Waveguide Structure Design and Simulation for High-Temperature Corrosion Thickness Detection

Abstract

Equipment corrosion often happens in the petrochemical industry, especially when high temperature materials are transported. The corrosion phenomenon should be monitored as a leak may occur due to corrosion and even cause fires and explosions. However, ordinary ultrasonic testing is not suitable for high temperature conditions because the probe may break. A waveguide structure was designed to economically detect corrosion thickness even at a high temperature 500 deg C and avoid the failure of the ultrasonic probe. Based on the heat transfer simulation, a waveguide rod was determined with optimized material, length, width and thickness, and the experiment validated the calculated result.
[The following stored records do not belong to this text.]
/// The stretches of the polyline that are drawn: its segments cut by the dash pattern, butt caps
/// where a dash or the line starts or ends, round joins where a dash runs on past a vertex.
fn pieces(points: &[(f64, f64)], closed: bool, dash: Option<&[f64]>) -> Vec<Piece> {
    let n = points.len();
    let closing = closed.then(|| (points[n - 1], points[0]));
    let segments = points.windows(2).map(|s| (s[0], s[1])).chain(closing);
    let mut out: Vec<Piece> = Vec::new();
    // Dash state: index of the current entry, length left in it, drawing or not.
    let (mut k, mut left, mut on) = (0usize, dash.map_or(f64::INFINITY, |d| d[0]), true);
    // The last piece ended at a vertex with its dash still running.
    let mut joined = false;
    let finite = |p: (f64, f64)| p.0.is_finite() && p.1.is_finite();
    for (a, b) in segments {
        if !finite(a) || !finite(b) {
            joined = false;
            continue;
        }
        let len = (b.0 - a.0).hypot(b.1 - a.1);
        if !(len > 0.0) || !len.is_finite() {
            continue;
        }
        let (ux, uy) = ((b.0 - a.0) / len, (b.1 - a.1) / len);
        let mut s = 0.0;
        loop {
            if let Some(d) = dash {
                while left <= 0.0 {
                    k = (k + 1) % d.len();
                    left = d[k];
                    on = k % 2 == 0;
                    joined = false;
                }
            }
            let rest = len - s;
            let step = left.min(rest);
            if on {
                let from_vertex = s == 0.0 && joined;
                if from_vertex {
                    if let Some(last) = out.last_mut() {
                        last.butt_end = false;
                    }
                }
                out.push(Piece {
                    ax: a.0 + ux * s,
                    ay: a.1 + uy * s,
                    ux,
                    uy,
                    len: step,
                    butt_start: !from_vertex,
                    butt_end: true,
                    start_limit: None,
                    end_limit: None,
                });
            }
            left -= step;
            if left >= 0.0 && step >= rest {
                break;
            }
            s += step;
        }
        joined = on && left > 0.0;
    }
    // A closed solid line joins its end to its start.
    if closed && dash.is_none() && joined && out.len() > 1 {
        out[0].butt_start = false;
        if let Some(last) = out.last_mut() {
            last.butt_end = false;
        }
    }
    // Joined neighbours that end in a butt cap bound the disc of the join.
    for i in 1..out.len() {
        let (a, b) = (out[i - 1], out[i]);
        if !a.butt_end && !b.butt_start {
            if b.butt_end {
                out[i - 1].end_limit = Some((b.ux, b.uy, b.len));
            }
            if a.butt_start {
                out[i].start_limit = Some((-a.ux, -a.uy, a.len));
            }
        }
    }
    out
}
Then, ultrasonic propagation through the designed waveguide rod and specimen was simulated. Propagation, reflection, attenuation and dissipation of the ultrasonic wave within the combined structure were displayed. A clear ultrasound signal was found near the center, while signal attenuation and dispersion occurred as it is gradually far away from the center. With the waveguide structure, an ultrasonic-guided wave testing device was developed to measure the thickness at high temperatures. Measurement error increases with temperature if the wave velocity is regarded as a constant. A temperature-dependent method was applied to achieve high precision detection at high temperatures. The research has good application potential for the corrosion detection of high-temperature equipment.